# Supplied data
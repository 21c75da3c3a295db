//! The independent reference route: a fresh Householder QR (faer) of each model's own gathered
//! columns and plain per-row loops for every residual-based sum. It shares no factor with
//! [`crate::SharedFactor`]; property tests compare the two and the benchmark uses it as baseline.

use faer::Mat;

use crate::api::{Design, FitOptions, ModelError, ModelFit, ModelSpec};
use crate::dense::{householder_in_place, is_constant_nonzero, unit_scale};
use crate::finish::{finish, BpSums, Meats, UNIT_LEVERAGE_GAP};
use crate::model_core::{core_from_factor, CoreFit, FactorParts, ModelTss};
use crate::plan::Plan;
use crate::refine::{needs_refinement, refine};
use crate::row_pass::{empty_meats, outer_sums};
use crate::student::TQuantiles;
use crate::validate::{check_design_shape, check_model, check_options, check_used_columns};

/// Fits one model by a fresh QR of its own columns (model order), dropping any column whose
/// diagonal entry in R falls below the collinearity tolerance and re-factoring without it.
pub fn fit_independent(
    design: &Design,
    model: &ModelSpec,
    opts: &FitOptions,
) -> Result<ModelFit, ModelError> {
    let invalid = |e: crate::api::EngineError| ModelError::InvalidRequest(e.to_string());
    check_design_shape(design).map_err(invalid)?;
    check_options(opts, design)?;
    let (n, p, m) = (design.x.nrows(), design.x.ncols(), design.y.ncols());
    check_model(model, p, m, n)?;
    check_used_columns(design, &model.columns, model.outcome).map_err(invalid)?;
    let plan = Plan::new(design, opts);
    let core = independent_core(design, model, opts)?;
    let meats = direct_sums(design, &core, &plan);
    finish(
        &core,
        &meats,
        &plan,
        opts,
        &mut TQuantiles::new(opts.confidence_level),
        None,
    )
}

fn independent_core(
    design: &Design,
    model: &ModelSpec,
    opts: &FitOptions,
) -> Result<CoreFit, ModelError> {
    let n = design.x.nrows();
    let col_scales: Vec<f64> = model
        .columns
        .iter()
        .map(|&c| unit_scale(design.x.col(c)))
        .collect();
    let y = design.y.col(model.outcome);
    let y_scale = unit_scale(y);
    let col_constant: Vec<bool> = model
        .columns
        .iter()
        .map(|&c| is_constant_nonzero(design.x.col(c)))
        .collect();
    let col_sums: Vec<f64> = model
        .columns
        .iter()
        .map(|&c| design.x.col(c).iter().sum())
        .collect();
    let mut kept_pos: Vec<usize> = (0..model.columns.len()).collect();
    loop {
        let k = kept_pos.len();
        let mut z = Mat::<f64>::zeros(n, k + 1);
        for (q, &pos) in kept_pos.iter().enumerate() {
            let (c, s) = (model.columns[pos], col_scales[pos]);
            z.col_mut(q)
                .iter_mut()
                .zip(column(&design.x, c))
                .for_each(|(d, v)| *d = v / s);
        }
        z.col_mut(k)
            .iter_mut()
            .zip(y.iter())
            .for_each(|(d, v)| *d = v / y_scale);
        householder_in_place(&mut z);
        // A unit-norm column keeps |R_qq| of new direction; below tolerance it is dependent.
        // Only the first small diagonal is trustworthy: after a dependent column the unpivoted
        // QR's later diagonals can collapse too (R_qq = 0 seen for an independent column), so
        // drop one column per pass and re-factor.
        if let Some(q) = (0..k).find(|&q| q >= n || z[(q, q)].abs() <= opts.collinearity_tolerance)
        {
            kept_pos.remove(q);
            continue;
        }
        let r: Vec<f64> = (0..k * k)
            .map(|idx| {
                let (i, j) = (idx % k, idx / k);
                if i <= j {
                    z[(i, j)]
                } else {
                    0.0
                }
            })
            .collect();
        let qty: Vec<f64> = (0..k).map(|i| z[(i, k)]).collect();
        let resid_norm = if n > k { z[(k, k)].abs() } else { 0.0 };
        let parts = FactorParts {
            kept_pos: &kept_pos,
            r: &r,
            qty: &qty,
            resid_norm,
            col_scales: &col_scales,
            y_scale,
            col_constant: &col_constant,
            tss: ModelTss::of(y),
            col_sums: &col_sums,
            ones_norm2: n as f64,
        };
        let mut core = core_from_factor(n, model, &parts, &design.x_names, opts, &mut Vec::new())?;
        if needs_refinement(&core) {
            refine(&mut core, design.x.as_ref(), y, opts, &mut Vec::new())?;
        }
        return Ok(core);
    }
}

/// Contiguous slice of a column of a column-major faer matrix.
fn column(m: &Mat<f64>, j: usize) -> &[f64] {
    m.col(j)
        .try_as_col_major()
        .expect("faer Mat columns are contiguous")
        .as_slice()
}

/// Every residual-based sum by direct loops over the model's own columns.
fn direct_sums(design: &Design, core: &CoreFit, plan: &Plan) -> Meats {
    let n = core.n;
    let k = core.k();
    let cols: Vec<&[f64]> = core.kept.iter().map(|&c| column(&design.x, c)).collect();
    let y = column(&design.y, core.outcome);
    let mut meats = empty_meats(core, plan);
    let mut resid = y.to_vec();
    for (col, b) in cols.iter().zip(&core.coef) {
        resid
            .iter_mut()
            .zip(col.iter())
            .for_each(|(r, x)| *r -= b * x);
    }
    let u: Vec<f64> = resid.iter().map(|e| e * e).collect();
    meats.bp = Some(BpSums {
        sum_u: u.iter().sum(),
        sum_u2: u.iter().map(|v| v * v).sum(),
        xtu: cols
            .iter()
            .map(|c| c.iter().zip(&u).map(|(x, v)| x * v).sum())
            .collect(),
        xt1: cols.iter().map(|c| c.iter().sum()).collect(),
    });
    let nw = meats.wpos.len();
    if nw == 0 {
        return meats;
    }
    // hᵢ = ‖row i of X_S D⁻¹ R⁻¹‖², built column by column of Q = X_S D⁻¹R⁻¹.
    let leverage: Vec<f64> = if plan.need_leverage() {
        let mut h = vec![0.0; n];
        let mut qc = vec![0.0; n];
        for c in 0..k {
            qc.fill(0.0);
            for (l, col) in cols.iter().enumerate().take(c + 1) {
                let f = core.rinv[l + c * k] / core.scales[l];
                qc.iter_mut().zip(col.iter()).for_each(|(q, x)| *q += f * x);
            }
            h.iter_mut().zip(&qc).for_each(|(h, q)| *h += q * q);
        }
        h
    } else {
        Vec::new()
    };
    if let Some(row) = leverage.iter().position(|h| 1.0 - h <= UNIT_LEVERAGE_GAP) {
        meats.unit_leverage_row = Some(row);
    }
    let mut a = vec![0.0; k];
    let mut we = vec![0.0; n];
    let mut cluster: Vec<Vec<f64>> = plan
        .groupings
        .iter()
        .map(|g| vec![0.0; g.range * nw])
        .collect();
    let nt = core.reported.len();
    let mut reported_we: Vec<Vec<f64>> = vec![Vec::new(); nt];
    for (wi, &q) in meats.wpos.clone().iter().enumerate() {
        // wᵢ·eᵢ with wᵢ = (row q of (X'X)⁻¹)·xᵢ.
        core.xtx_inv_row(q, &mut a);
        we.fill(0.0);
        for (col, al) in cols.iter().zip(&a) {
            we.iter_mut()
                .zip(col.iter())
                .for_each(|(w, x)| *w += al * x);
        }
        we.iter_mut().zip(&resid).for_each(|(w, e)| *w *= e);
        if let Some(a) = core.reported.iter().position(|&r| r == q) {
            reported_we[a] = we.clone();
        }
        for (sums, g) in cluster.iter_mut().zip(&plan.groupings) {
            let s = &mut sums[wi * g.range..(wi + 1) * g.range];
            for (v, &code) in we.iter().zip(&g.codes) {
                s[code as usize] += v;
            }
        }
    }
    // HC sums over every pair of reported coefficients, Σ (wₐe)(w_b e) [/(1 − h), /(1 − h)²].
    let need_hc = plan.need_hc0 || plan.need_hc2 || plan.need_hc3;
    if need_hc {
        let mut sums = vec![[0.0f64; 3]; nt * nt];
        for a in 0..nt {
            for b in a..nt {
                let mut cell = [0.0f64; 3];
                for (i, (va, vb)) in reported_we[a].iter().zip(&reported_we[b]).enumerate() {
                    let prod = va * vb;
                    cell[0] += prod;
                    if let Some(h) = leverage.get(i) {
                        let gap = 1.0 - h;
                        if gap > UNIT_LEVERAGE_GAP {
                            cell[1] += prod / gap;
                            cell[2] += prod / (gap * gap);
                        }
                    }
                }
                sums[a * nt + b] = cell;
                sums[b * nt + a] = cell;
            }
        }
        let pick = |which: usize| sums.iter().map(|c| c[which]).collect::<Vec<f64>>();
        if plan.need_hc0 {
            meats.hc0 = pick(0);
        }
        if plan.need_hc2 {
            meats.hc2 = pick(1);
        }
        if plan.need_hc3 {
            meats.hc3 = pick(2);
        }
    }
    meats.group_outer = cluster
        .iter()
        .zip(&plan.groupings)
        .map(|(s, g)| outer_sums(s, g.range, nw))
        .collect();
    meats
}
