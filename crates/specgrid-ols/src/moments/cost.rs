//! Which route computes a call's covariance sums: the batched pass over rows, or the moments of
//! the centred union (docs/performance.md, "Choosing the covariance route"). The constants are
//! seconds per unit of work measured by `benches/moments.rs` on the project machines.

/// Seconds per row and per unit of model width (kept columns + 2 + influence columns × (1 +
/// groupings)) in the batched row pass. Measured by `benches/moments.rs` (2 threads, shared
/// machine): 7.6e-10 at 10⁵ rows and 1.4e-9 at 10⁶ rows (23.5 ms per model of mean width 16.5).
const ROW_UNIT: f64 = 1.0e-9;
/// Seconds per unit of the one-off moment build (n·(q⁴/24 + q²/2) for the fourth moments,
/// n·q² + G·(q(q+1)/2)² per clustering). Measured 1.1–1.9e-10 (12.8–20.4 s at 10⁶ rows, q = 41,
/// depending on the machine's load); the higher value leans the choice towards the row pass.
const BUILD_UNIT: f64 = 1.8e-10;
/// Seconds per unit of a model's contraction ((k(k+1)/2)² per influence column and clustering,
/// k⁴/2 for the fourth moments). Measured about 4.6e-9 (0.16 ms per model at k ≈ 14.5, including
/// the model's small QR, which both routes pay).
const CONTRACT_UNIT: f64 = 4.0e-9;

/// What a call needs, averaged over its models.
#[derive(Debug, Clone, Copy)]
pub(crate) struct Workload {
    /// Rows.
    pub n: usize,
    /// Coordinates of the centred union.
    pub q: usize,
    /// Models expected on this factor (all chunks together).
    pub models: usize,
    /// Mean kept columns per model.
    pub mean_k: f64,
    /// Mean influence (w) columns per model.
    pub mean_w: f64,
    /// Cluster groupings and their total code range.
    pub groupings: usize,
    /// Σ code ranges over the groupings.
    pub total_range: usize,
    /// Whether the fourth moments are needed (HC0/HC1 or Breusch–Pagan).
    pub fourth: bool,
}

impl Workload {
    /// Estimated seconds of the row pass for all models.
    pub fn direct_seconds(&self) -> f64 {
        let width = self.mean_k + 2.0 + self.mean_w * (1.0 + self.groupings as f64);
        self.models as f64 * self.n as f64 * width * ROW_UNIT
    }

    /// Estimated seconds of the moment route: one build plus a contraction per model.
    pub fn moment_seconds(&self) -> f64 {
        let (n, q) = (self.n as f64, self.q as f64);
        let na = self.mean_k + 2.0;
        let pairs = q * (q + 1.0) / 2.0;
        let active_pairs = na * (na + 1.0) / 2.0;
        // Per clustering: the S_g (n·q²) and K = Σ_g σ_gσ_g' (G·P²); per model K·u per
        // influence column.
        let mut build = self.groupings as f64 * n * q * q + self.total_range as f64 * pairs * pairs;
        let mut per_model = self.groupings as f64 * self.mean_w * active_pairs * active_pairs;
        if self.fourth {
            build += n * q.powi(4) / 24.0 + n * q * q / 2.0;
            per_model += na.powi(4) / 2.0;
        }
        build * BUILD_UNIT + self.models as f64 * per_model * CONTRACT_UNIT
    }

    /// Whether the moment route is expected to be faster.
    pub fn prefers_moments(&self) -> bool {
        self.moment_seconds() < self.direct_seconds()
    }
}
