//! Column helpers and the sequential faer QR that both routes use.

use faer::dyn_stack::{MemBuffer, MemStack};
use faer::linalg::qr::no_pivoting::factor::{
    qr_in_place, qr_in_place_scratch, recommended_block_size,
};
use faer::{ColRef, Mat, Par};

/// The 2-norm used to scale a column to unit length; 1 for an all-zero column.
pub(crate) fn unit_scale(col: ColRef<'_, f64>) -> f64 {
    let norm = col.norm_l2();
    if norm > 0.0 {
        norm
    } else {
        1.0
    }
}

/// Whether a column holds one nonzero value in every row (an explicit constant).
pub(crate) fn is_constant_nonzero(col: ColRef<'_, f64>) -> bool {
    col.nrows() > 0 && col[0] != 0.0 && col.iter().all(|&v| v == col[0])
}

/// Householder QR of `z` in place (R in the upper triangle), sequential so the result is
/// bit-identical whatever the thread count.
pub(crate) fn householder_in_place(z: &mut Mat<f64>) {
    let (n, c) = z.shape();
    let block = recommended_block_size::<f64>(n, c).max(1);
    let mut coeff = Mat::<f64>::zeros(block, n.min(c));
    qr_in_place(
        z.as_mut(),
        coeff.as_mut(),
        Par::Seq,
        MemStack::new(&mut MemBuffer::new(qr_in_place_scratch::<f64>(
            n,
            c,
            block,
            Par::Seq,
            Default::default(),
        ))),
        Default::default(),
    );
}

# What to work on
Answer with one number only: how many lines in the listing include "clustering".

# Exercise result
3